- _What is required_: In the entries that follow, the line with "public void turnTheShaft(int" opens the range and the line with "back-EMF of the" closes it; repeat that range exactly, both lines included.

Material to process START

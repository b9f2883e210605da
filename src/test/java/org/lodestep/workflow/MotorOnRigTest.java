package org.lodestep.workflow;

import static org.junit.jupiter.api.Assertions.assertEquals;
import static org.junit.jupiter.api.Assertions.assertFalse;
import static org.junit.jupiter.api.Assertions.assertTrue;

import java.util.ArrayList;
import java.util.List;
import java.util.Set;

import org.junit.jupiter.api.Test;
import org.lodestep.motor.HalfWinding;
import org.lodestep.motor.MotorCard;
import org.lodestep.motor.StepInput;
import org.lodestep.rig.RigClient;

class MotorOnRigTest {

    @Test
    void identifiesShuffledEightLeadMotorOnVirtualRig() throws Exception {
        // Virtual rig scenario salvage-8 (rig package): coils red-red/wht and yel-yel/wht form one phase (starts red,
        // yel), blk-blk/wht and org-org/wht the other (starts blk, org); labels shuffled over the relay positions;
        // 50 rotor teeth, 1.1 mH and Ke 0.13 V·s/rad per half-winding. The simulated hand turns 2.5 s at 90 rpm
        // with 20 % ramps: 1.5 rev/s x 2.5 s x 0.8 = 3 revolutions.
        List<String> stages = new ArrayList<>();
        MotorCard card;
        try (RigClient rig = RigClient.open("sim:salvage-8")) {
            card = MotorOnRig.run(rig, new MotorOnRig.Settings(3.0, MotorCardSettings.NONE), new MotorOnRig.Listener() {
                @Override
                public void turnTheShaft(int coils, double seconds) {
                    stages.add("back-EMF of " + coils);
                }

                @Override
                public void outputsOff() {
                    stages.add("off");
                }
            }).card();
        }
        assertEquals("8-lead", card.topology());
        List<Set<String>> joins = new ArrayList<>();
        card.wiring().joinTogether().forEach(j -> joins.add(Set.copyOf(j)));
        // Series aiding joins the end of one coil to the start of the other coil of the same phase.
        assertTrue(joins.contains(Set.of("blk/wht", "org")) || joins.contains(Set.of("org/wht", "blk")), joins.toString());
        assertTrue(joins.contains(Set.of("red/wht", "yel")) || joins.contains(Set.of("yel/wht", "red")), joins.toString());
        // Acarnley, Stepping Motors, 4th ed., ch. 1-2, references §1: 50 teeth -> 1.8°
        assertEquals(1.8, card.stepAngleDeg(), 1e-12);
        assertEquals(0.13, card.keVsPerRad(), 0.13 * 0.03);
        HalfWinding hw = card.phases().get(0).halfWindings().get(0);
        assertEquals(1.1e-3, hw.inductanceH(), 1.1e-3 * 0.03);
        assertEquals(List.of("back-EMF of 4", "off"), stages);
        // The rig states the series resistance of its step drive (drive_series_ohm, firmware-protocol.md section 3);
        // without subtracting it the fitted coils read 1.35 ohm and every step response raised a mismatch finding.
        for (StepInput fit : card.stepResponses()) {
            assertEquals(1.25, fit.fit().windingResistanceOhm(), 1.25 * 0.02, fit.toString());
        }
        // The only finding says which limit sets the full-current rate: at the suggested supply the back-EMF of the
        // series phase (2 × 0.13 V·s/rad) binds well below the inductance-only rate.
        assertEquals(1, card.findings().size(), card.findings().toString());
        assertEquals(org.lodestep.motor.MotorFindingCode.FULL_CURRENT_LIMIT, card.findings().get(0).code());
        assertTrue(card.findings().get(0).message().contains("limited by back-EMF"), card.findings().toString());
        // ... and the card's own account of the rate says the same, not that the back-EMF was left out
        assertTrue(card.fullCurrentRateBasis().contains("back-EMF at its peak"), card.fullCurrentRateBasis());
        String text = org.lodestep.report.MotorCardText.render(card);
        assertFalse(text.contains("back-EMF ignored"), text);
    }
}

Material to process END
Material to process START

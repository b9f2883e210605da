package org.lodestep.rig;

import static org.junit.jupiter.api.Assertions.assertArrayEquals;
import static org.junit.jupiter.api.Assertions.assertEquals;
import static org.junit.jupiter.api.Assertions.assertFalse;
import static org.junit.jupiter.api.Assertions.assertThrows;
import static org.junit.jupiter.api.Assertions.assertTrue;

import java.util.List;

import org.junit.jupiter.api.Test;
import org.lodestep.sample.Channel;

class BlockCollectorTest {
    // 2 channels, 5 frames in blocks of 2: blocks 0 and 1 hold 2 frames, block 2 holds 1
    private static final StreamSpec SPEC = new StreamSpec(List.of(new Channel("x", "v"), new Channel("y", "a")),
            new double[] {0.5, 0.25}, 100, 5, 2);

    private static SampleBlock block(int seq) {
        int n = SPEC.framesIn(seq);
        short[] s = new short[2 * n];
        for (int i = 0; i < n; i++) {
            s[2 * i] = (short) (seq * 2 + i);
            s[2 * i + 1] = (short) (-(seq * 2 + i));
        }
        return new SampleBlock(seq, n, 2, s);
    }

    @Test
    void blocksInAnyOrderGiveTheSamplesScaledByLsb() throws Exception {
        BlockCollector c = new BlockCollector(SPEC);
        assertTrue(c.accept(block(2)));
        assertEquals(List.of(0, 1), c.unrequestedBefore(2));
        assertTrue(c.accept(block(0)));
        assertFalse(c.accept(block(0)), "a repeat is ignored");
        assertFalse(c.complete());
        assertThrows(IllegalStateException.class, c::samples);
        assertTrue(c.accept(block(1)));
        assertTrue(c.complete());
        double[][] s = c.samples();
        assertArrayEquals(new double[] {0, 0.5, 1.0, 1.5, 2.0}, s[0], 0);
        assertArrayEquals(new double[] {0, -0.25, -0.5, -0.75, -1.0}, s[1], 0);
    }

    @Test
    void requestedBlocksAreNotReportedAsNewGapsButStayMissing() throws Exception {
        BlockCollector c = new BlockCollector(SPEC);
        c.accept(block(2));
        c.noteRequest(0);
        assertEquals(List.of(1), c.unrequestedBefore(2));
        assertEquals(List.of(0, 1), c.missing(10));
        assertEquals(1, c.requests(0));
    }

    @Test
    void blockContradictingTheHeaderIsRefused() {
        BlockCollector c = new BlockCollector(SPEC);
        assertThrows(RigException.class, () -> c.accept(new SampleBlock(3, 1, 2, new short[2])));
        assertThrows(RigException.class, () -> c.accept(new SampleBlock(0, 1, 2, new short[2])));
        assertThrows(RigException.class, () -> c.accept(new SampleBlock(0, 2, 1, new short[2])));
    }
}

Material to process END

- _Answer to this exercise_:
                public void turnTheShaft(int coils, double seconds) {
                    stages.add("back-EMF of " + coils);
                }

                @Override
                public void outputsOff() {
                    stages.add("off");
                }
            }).card();
        }
        assertEquals("8-lead", card.topology());
        List<Set<String>> joins = new ArrayList<>();
        card.wiring().joinTogether().forEach(j -> joins.add(Set.copyOf(j)));
        // Series aiding joins the end of one coil to the start of the other coil of the same phase.
        assertTrue(joins.contains(Set.of("blk/wht", "org")) || joins.contains(Set.of("org/wht", "blk")), joins.toString());
        assertTrue(joins.contains(Set.of("red/wht", "yel")) || joins.contains(Set.of("yel/wht", "red")), joins.toString());
        // Acarnley, Stepping Motors, 4th ed., ch. 1-2, references §1: 50 teeth -> 1.8°
        assertEquals(1.8, card.stepAngleDeg(), 1e-12);
        assertEquals(0.13, card.keVsPerRad(), 0.13 * 0.03);
        HalfWinding hw = card.phases().get(0).halfWindings().get(0);
        assertEquals(1.1e-3, hw.inductanceH(), 1.1e-3 * 0.03);
        assertEquals(List.of("back-EMF of 4", "off"), stages);
        // The rig states the series resistance of its step drive (drive_series_ohm, firmware-protocol.md section 3);
        // without subtracting it the fitted coils read 1.35 ohm and every step response raised a mismatch finding.
        for (StepInput fit : card.stepResponses()) {
            assertEquals(1.25, fit.fit().windingResistanceOhm(), 1.25 * 0.02, fit.toString());
        }
        // The only finding says which limit sets the full-current rate: at the suggested supply the back-EMF of the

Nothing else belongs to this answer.